__Exercise brief__: Please return every line of the records below that contains the word "source".

*** Dataset records ***

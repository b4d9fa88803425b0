"""Hold Time: what the line's temperature does after the flow stops, heating off (power failure) and on.

Plots the bulk temperature of the coldest few segments against the hours since the flow stopped
(:class:`solver.hold_time.HoldTime`, worked out with the result on the solve thread), the freezing
point and the maintain temperature as horizontal lines, and under it a table per segment: time to
the maintain temperature and to freezing with the heating off and on, frozen solid, warm-up, and the
Biot number with its warning. Pointing at the plot reads every shown curve at that time.

Curves are created once and updated with ``setData``; colours are the Okabe–Ito alternative
colours of :mod:`app.style`, and heating off / on differ in line style too (solid / dashed).
"""

from __future__ import annotations

import math
from typing import Optional

import numpy as np
import pyqtgraph as pg
from PySide6.QtCore import Qt
from PySide6.QtGui import QBrush, QPen
from PySide6.QtWidgets import (
    QAbstractItemView,
    QHeaderView,
    QLabel,
    QSplitter,
    QTableWidget,
    QTableWidgetItem,
    QVBoxLayout,
    QWidget,
)

from app import design_figures, style, units
from app.panels.profiles import LegendStrip, plain_plot, plot_stack
from solver.hold_time import BIOT_LIMIT

#: Curves closer than this all along [K] are drawn as one (one would hide the other); the table has each.
ALIKE_K = 0.3
#: At most this many segments are drawn (the coldest: first to reach the limit with the heating off).
MAX_CURVES = 4

COLUMNS = ("Segment", "To maintain\npower off", "To maintain\nheating on", "To freezing\npower off",
           "To freezing\nheating on", "Frozen solid\npower off", "Warm-up\nfrom cold", "Biot\nnumber")
_COLUMN_TIPS = (
    "",
    "Time from the operating temperature down to the maintain temperature after the flow stops, all heating off.",
    "As before, with the heating on (per its kind). 'holds': not reached within 30 days.",
    "Time to the fluid's freezing point after the flow stops, all heating off (power failure).",
    "Time to the freezing point with the heating on.",
    "Time until the latent heat is drawn out and the fluid is frozen solid, heating off.",
    "From the worst-case ambient (frozen where the fluid freezes there) up to the maintain temperature, heating "
    "on. 'never': the heating cannot get it there.",
    f"Standing fluid's conduction against the outside path; above {BIOT_LIMIT} the lumped times are "
    "optimistic for the wall (Incropera & DeWitt §5.2).",
)


def _pen(colour: str, dashed: bool) -> QPen:
    return style.colour_pen(colour, 2.0, "dash" if dashed else "solid")


def coldest_segments(hold, limit: int = MAX_CURVES) -> list[list[int]]:
    """The segments to draw, as groups of segment indices (of the alternative) whose curves are alike
    (within :data:`ALIKE_K`, heating off and on: one curve would hide the other), coldest first: the first to
    reach the maintain temperature (or freezing) with the heating off, then the lowest at the end.
    At most ``limit`` groups."""
    def rank(s):
        first = s.to_limit_off_s if s.to_limit_off_s is not None else s.to_freezing_off_s
        first = math.inf if first is None else first
        end = hold.bulk_off_K[-1, s.index]
        return (first, end if math.isfinite(end) else math.inf, s.index)

    groups: list[list[int]] = []
    for s in sorted(hold.segments, key=rank):
        i = s.index
        for g in groups:
            j = g[0]
            if (np.allclose(hold.bulk_off_K[:, i], hold.bulk_off_K[:, j], atol=ALIKE_K, rtol=0.0, equal_nan=True)
                    and np.allclose(hold.bulk_on_K[:, i], hold.bulk_on_K[:, j], atol=ALIKE_K, rtol=0.0, equal_nan=True)):
                g.append(i)
                break
        else:
            if len(groups) < limit:
                groups.append([i])
    return groups
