class FeedPanel(EditorPanel):
    """Fluid, inlet state, flow and limits of the current alternative."""

    def __init__(self, doc, parent: Optional[QWidget] = None):
        super().__init__(doc, parent)
        self._shown_alt = doc.current_index
        self._shown_model = None  # the alternative (a value: every change swaps in a new one) and unit
        self._shown_system = ""  # system the widgets were last filled from
        self._last_tables: dict = {}  # alternative name -> its last user-defined table fluid
        self.table_dialog: Optional[FluidTableDialog] = None
        col = QVBoxLayout(self)
        col.setContentsMargins(6, 4, 6, 6)
        col.setSpacing(8)

        box, form = section("Fluid")
        self.fluid_combo = QComboBox()
        self.fluid_combo.setToolTip("Generic fluids; properties along the line from CoolProp or your table")
        for code, label in PURE_FLUIDS.items():
            self.fluid_combo.addItem(label, f"pure:{code}")
        self.fluid_combo.insertSeparator(self.fluid_combo.count())
        for code, (label, basis, _lo, _hi) in SOLUTIONS.items():
            self.fluid_combo.addItem(f"{label} in water", f"solution:{code}")
        self.fluid_combo.insertSeparator(self.fluid_combo.count())
        self.fluid_combo.addItem("User-defined (table)…", "table:")
        self.fluid_combo.activated.connect(self._on_fluid)
        form.addRow("Fluid", self.fluid_combo)
        self.conc_label = QLabel("Concentration")
        self.conc_spin = QDoubleSpinBox()
        self.conc_spin.setDecimals(1)
        self.conc_spin.setSuffix(" %")
        self.conc_spin.setKeyboardTracking(False)
        self.conc_spin.valueChanged.connect(self._on_concentration)
        form.addRow(self.conc_label, self.conc_spin)
        self.table_btn = QPushButton("Edit table…")
        self.table_btn.clicked.connect(self.open_table_editor)
        self.table_label = hint("")
        trow = QWidget()
        th = QHBoxLayout(trow)
        th.setContentsMargins(0, 0, 0, 0)
        th.addWidget(self.table_btn)
        th.addWidget(self.table_label, 1)
        self.table_row = trow
        form.addRow("", trow)
        self.fluid_error = error_hint()
        self.panel_error = self.fluid_error  # refusals of the fluid choices show here
        form.addRow(self.fluid_error)
        col.addWidget(box)

        box, form = section("Inlet")
        self.temp_edit = self.quantity_edit("temperature", "Inlet temperature", "feed.inlet_temperature_K")
        form.addRow("Temperature", self.temp_edit)
        self.pressure_edit = self.quantity_edit("pressure", "Inlet pressure", "feed.inlet_pressure_Pa")
        form.addRow("Pressure (absolute)", self.pressure_edit)
        flow_row = QWidget()
        fh = QHBoxLayout(flow_row)
        fh.setContentsMargins(0, 0, 0, 0)
        self.mass_radio = QRadioButton("Mass flow")
        self.volume_radio = QRadioButton("Volume flow")
        self.volume_radio.setToolTip("Converted to mass flow with the density at inlet temperature and pressure")
        self.flow_group = QButtonGroup(self)
        self.flow_group.addButton(self.mass_radio, 0)
        self.flow_group.addButton(self.volume_radio, 1)
        self.flow_group.idClicked.connect(self._on_flow_kind)
        fh.addWidget(self.mass_radio)
        fh.addWidget(self.volume_radio)
        fh.addStretch(1)
        form.addRow("Flow given as", flow_row)
        self.mass_edit = self.quantity_edit("mass_flow", "Mass flow", "feed.mass_flow_kg_per_s")
        self.volume_edit = self.quantity_edit("volume_flow", "Volume flow", "feed.volume_flow_m3_per_s")
        self.flow_label = QLabel("Mass flow")
        flow_stack = QWidget()
        fs = QVBoxLayout(flow_stack)
        fs.setContentsMargins(0, 0, 0, 0)
        fs.addWidget(self.mass_edit)
        fs.addWidget(self.volume_edit)
        form.addRow(self.flow_label, flow_stack)
        self.inlet_flow_combo = QComboBox()
        for key, (text, meaning) in INLET_FLOW_CHOICES.items():
            self.inlet_flow_combo.addItem(text, key)
            self.inlet_flow_combo.setItemData(self.inlet_flow_combo.count() - 1, meaning, Qt.ToolTipRole)
        self.inlet_flow_combo.setToolTip("\n\n".join(f"{text}: {meaning}" for text, meaning in INLET_FLOW_CHOICES.values()))
        self.inlet_flow_combo.activated.connect(self._on_inlet_flow)
        form.addRow("Flow at inlet", self.inlet_flow_combo)
        self.inlet_flow_hint = hint(INLET_FLOW_HINT)
        form.addRow("", self.inlet_flow_hint)
        self.inlet_error = error_hint()
        form.addRow(self.inlet_error)
        col.addWidget(box)

        box, form = section("Limits (empty = none)")
        self.max_wall_edit = self.quantity_edit("temperature", "Max inner-wall temperature",
                                                "limits.max_inner_wall_temperature_K", allow_empty=True,
                                                empty_text="none")
        self.max_wall_edit.line_edit.setToolTip(
            "Highest allowed inner-wall temperature (film or degradation limit of the fluid). Empty = none.")
        form.addRow("Max inner-wall temperature", self.max_wall_edit)
        self.min_bulk_edit = self.quantity_edit("temperature", "Min bulk temperature",
                                                "limits.min_bulk_temperature_K", allow_empty=True,
                                                empty_text="none")
        self.min_bulk_edit.line_edit.setToolTip(
            "Lowest allowed bulk temperature (e.g. pour or cloud point). Empty = none.")
        form.addRow("Min bulk temperature", self.min_bulk_edit)
        self.maintain_edit = self.quantity_edit("temperature", "Maintain temperature",
                                                "limits.maintain_temperature_K", allow_empty=True,
                                                empty_text="min bulk, else 5 K above freezing")
        self.maintain_edit.line_edit.setToolTip(
            "The temperature the tracing must hold in the worst design case (Project details). Empty = the min "
            "bulk temperature, else 5 K above the freezing point (freeze protection, common practice). The "
            "owner's specification decides it.")
        form.addRow("Maintain temperature", self.maintain_edit)
        col.addWidget(box)
        col.addStretch(1)

        doc.project_changed.connect(self._on_project_changed)
        doc.project_replaced.connect(self.refresh)
        doc.current_alternative_changed.connect(self._on_alternative)
        doc.units_changed.connect(self._on_units)
        self.refresh()

    # ------------------------------------------------------------------ model -> widgets

    def _on_units(self, system: str) -> None:
        self.set_unit_system(system)
        self.refresh()

    def _on_alternative(self, *_args) -> None:
        self.commit_pending()  # typed text belongs to the alternative it was typed for
        self.reset_edits()
        self.refresh()

    def refresh(self, *_args) -> None:
        self._shown_alt = self.doc.current_index
        self._shown_model = self.doc.current_alternative
        self._shown_system = self.doc.unit_system
        self.remember_table()
        self.loading = True
        try:
            self._show(self.doc.current_alternative)
        finally:
            self.loading = False

    def _on_project_changed(self) -> None:
        """An edit: fill only the sections whose values differ from what the widgets show.

        Most edits change a segment (nothing here changes) or one field typed into this panel
        (shown already). Values are compared, so the source of the edit does not matter.
        """
        alt, prev = self.doc.current_alternative, self._shown_model
        if prev is None or self._shown_alt != self.doc.current_index or self._shown_system != self.doc.unit_system:
            self.refresh()
            return
        self._shown_model = alt
        self.remember_table()
        self.loading = True
        try:
            if alt.fluid != prev.fluid:
                self._show_fluid(alt)
            else:
                self.fluid_error.hide()  # a successful edit clears a refusal, as a refill did
            if alt.feed != prev.feed:
                self._show_feed(alt)
            if alt.limits != prev.limits:
                self._show_limits(alt)
        finally:
            self.loading = False

    def _show(self, alt) -> None:
        self._show_fluid(alt)
        self._show_feed(alt)
        self._show_limits(alt)

    def _show_fluid(self, alt) -> None:
        fluid = alt.fluid
        key = {"pure": f"pure:{getattr(fluid, 'name', '')}", "solution": f"solution:{getattr(fluid, 'solute', '')}",
               "table": "table:"}[fluid.kind]
        self.fluid_combo.blockSignals(True)
        table_item = self.fluid_combo.findData("table:")
        self.fluid_combo.setItemText(
            table_item, f"{fluid.name} (table)" if fluid.kind == "table" else "User-defined (table)…")
        i = self.fluid_combo.findData(key)
        if i < 0:
            self.fluid_combo.addItem(key.split(":", 1)[1], key)
            i = self.fluid_combo.count() - 1
        self.fluid_combo.setCurrentIndex(i)
        self.fluid_combo.blockSignals(False)
        is_solution = fluid.kind == "solution"
        self.conc_label.setVisible(is_solution)
        self.conc_spin.setVisible(is_solution)
        if is_solution:
            label, basis, lo, hi = SOLUTIONS.get(fluid.solute, (fluid.solute, "mass", 0.0, 1.0))
            self.conc_label.setText(f"Concentration (by {basis})")
            self.conc_spin.blockSignals(True)
            self.conc_spin.setRange(lo * 100.0, hi * 100.0)
            self.conc_spin.setValue(fluid.concentration * 100.0)
            self.conc_spin.blockSignals(False)
            self.conc_spin.setToolTip(f"{label}: {lo * 100:.0f}–{hi * 100:.0f} % by {basis}")
        self.table_row.setVisible(fluid.kind == "table")
        if fluid.kind == "table":
            self.table_label.setText(f"{fluid.name}: {len(fluid.rows)} rows, "
                                     f"{units.format_value(fluid.rows[0].temperature_K, 'temperature', self.doc.unit_system)}"
                                     f" to {units.format_value(fluid.rows[-1].temperature_K, 'temperature', self.doc.unit_system)}")
        self.fluid_error.hide()

    def _show_feed(self, alt) -> None:
        feed = alt.feed
        self.temp_edit.set_value(feed.inlet_temperature_K)
        self.pressure_edit.set_value(feed.inlet_pressure_Pa)
        by_mass = feed.mass_flow_kg_per_s is not None
        self.mass_radio.setChecked(by_mass)
        self.volume_radio.setChecked(not by_mass)
        self.mass_edit.setVisible(by_mass)
        self.volume_edit.setVisible(not by_mass)
        self.flow_label.setText("Mass flow" if by_mass else "Volume flow")
        self.mass_edit.set_value(feed.mass_flow_kg_per_s)
        self.volume_edit.set_value(feed.volume_flow_m3_per_s)
        set_combo_data(self.inlet_flow_combo, feed.inlet_flow)
        self.inlet_error.hide()

    def _show_limits(self, alt) -> None:
        self.max_wall_edit.set_value(alt.limits.max_inner_wall_temperature_K)
        self.min_bulk_edit.set_value(alt.limits.min_bulk_temperature_K)
        self.maintain_edit.set_value(alt.limits.maintain_temperature_K)

    # ------------------------------------------------------------------ widgets -> commands

    def set_fields(self, changes: dict, source: Optional[QuantityEdit] = None, text: Optional[str] = None,
                   error_label: Optional[QLabel] = None) -> bool:
        """One SetAlternativeFields command (one undo step) on the alternative the panel shows."""
        if self.loading:
            return False
        alt_index = self._shown_alt
        if alt_index >= len(self.doc.project.alternatives):
            return False
        return push_edit(self.doc,
                         lambda: commands.SetAlternativeFields(self.doc, alt_index, changes, text),
                         lambda msg: self.refuse(msg, source, error_label),
                         model=self.doc.project.alternatives[alt_index], changes=changes)

    def _on_fluid(self, _index: int) -> None:
        kind, code = (self.fluid_combo.currentData() or "pure:Water").split(":", 1)
        alt = self.doc.current_alternative
        if kind == "pure":
            self.set_fields({"fluid": {"kind": "pure", "name": code}}, text=f"Set fluid to {self.fluid_combo.currentText()}")
        elif kind == "solution":
            _label, _basis, lo, hi = SOLUTIONS.get(code, ("", "mass", 0.0, 1.0))
            old = getattr(alt.fluid, "concentration", 0.3)
            conc = min(max(old, lo), hi)
            self.set_fields({"fluid": {"kind": "solution", "solute": code, "concentration": conc}},
                      text=f"Set fluid to {self.fluid_combo.currentText()}")
        else:
            self.open_table_editor()

    def _on_concentration(self, percent: float) -> None:
        if self.loading:
            return
        self.set_fields({"fluid.concentration": round(percent / 100.0, 6)})

    def open_table_editor(self) -> FluidTableDialog:
        """Open the user-defined fluid editor (non-blocking); OK applies it as one undo step."""
        fluid = self.doc.current_alternative.fluid
        if fluid.kind != "table":
            # start from the last table this alternative (or the project) used, not an empty one
            fluid = self._last_tables.get(self.doc.current_alternative.name) or next(
                (a.fluid for a in self.doc.project.alternatives if a.fluid.kind == "table"), None)
        dlg = FluidTableDialog(fluid, self.doc.unit_system, self)
        dlg.accepted.connect(lambda: self._apply_table(dlg))
        dlg.rejected.connect(self.refresh)  # put the combo back if the user cancels
        self.table_dialog = dlg
        dlg.open()
        return dlg

    def remember_table(self) -> None:
        """Keep the current alternative's user table, so choosing it again after another fluid restores it."""
        alt = self.doc.current_alternative
        if alt.fluid.kind == "table":
            self._last_tables[alt.name] = alt.fluid

    def _apply_table(self, dlg: FluidTableDialog) -> None:
        if dlg.result_fluid is not None:
            self.set_fields({"fluid": dlg.result_fluid}, text=f"Set user-defined fluid '{dlg.result_fluid.name}'")

    def _on_inlet_flow(self, _index: int) -> None:
        key = self.inlet_flow_combo.currentData()
        text = INLET_FLOW_CHOICES[key][0].lower()
        if not self.set_fields({"feed.inlet_flow": key}, text=f"Flow at inlet: {text}", error_label=self.inlet_error):
            set_combo_data(self.inlet_flow_combo, self.doc.current_alternative.feed.inlet_flow)  # the model's choice

    def _on_flow_kind(self, button_id: int) -> None:
        if self.loading:
            return
        feed = self.doc.current_alternative.feed
        by_mass = feed.mass_flow_kg_per_s is not None
        if (button_id == 0) == by_mass:
            return
        # keep the same flow: density at the inlet from the latest result (no physics here)
        res = self.doc.result
        rho = float(res.profile.density_kg_per_m3[0]) if res is not None and len(res.profile.density_kg_per_m3) else 0.0
        if not rho > 0:
            rho = 1000.0  # no result yet: water's density, so the number stays about right
        if button_id == 1:
            changes = {"feed.mass_flow_kg_per_s": None, "feed.volume_flow_m3_per_s": feed.mass_flow_kg_per_s / rho}
            text = "Give flow as volume flow"
        else:
            changes = {"feed.volume_flow_m3_per_s": None, "feed.mass_flow_kg_per_s": feed.volume_flow_m3_per_s * rho}
            text = "Give flow as mass flow"
        self.set_fields(changes, text=text)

***

__Problem solution__:
        (shown already). Values are compared, so the source of the edit does not matter.
    def set_fields(self, changes: dict, source: Optional[QuantityEdit] = None, text: Optional[str] = None,
                         lambda msg: self.refuse(msg, source, error_label),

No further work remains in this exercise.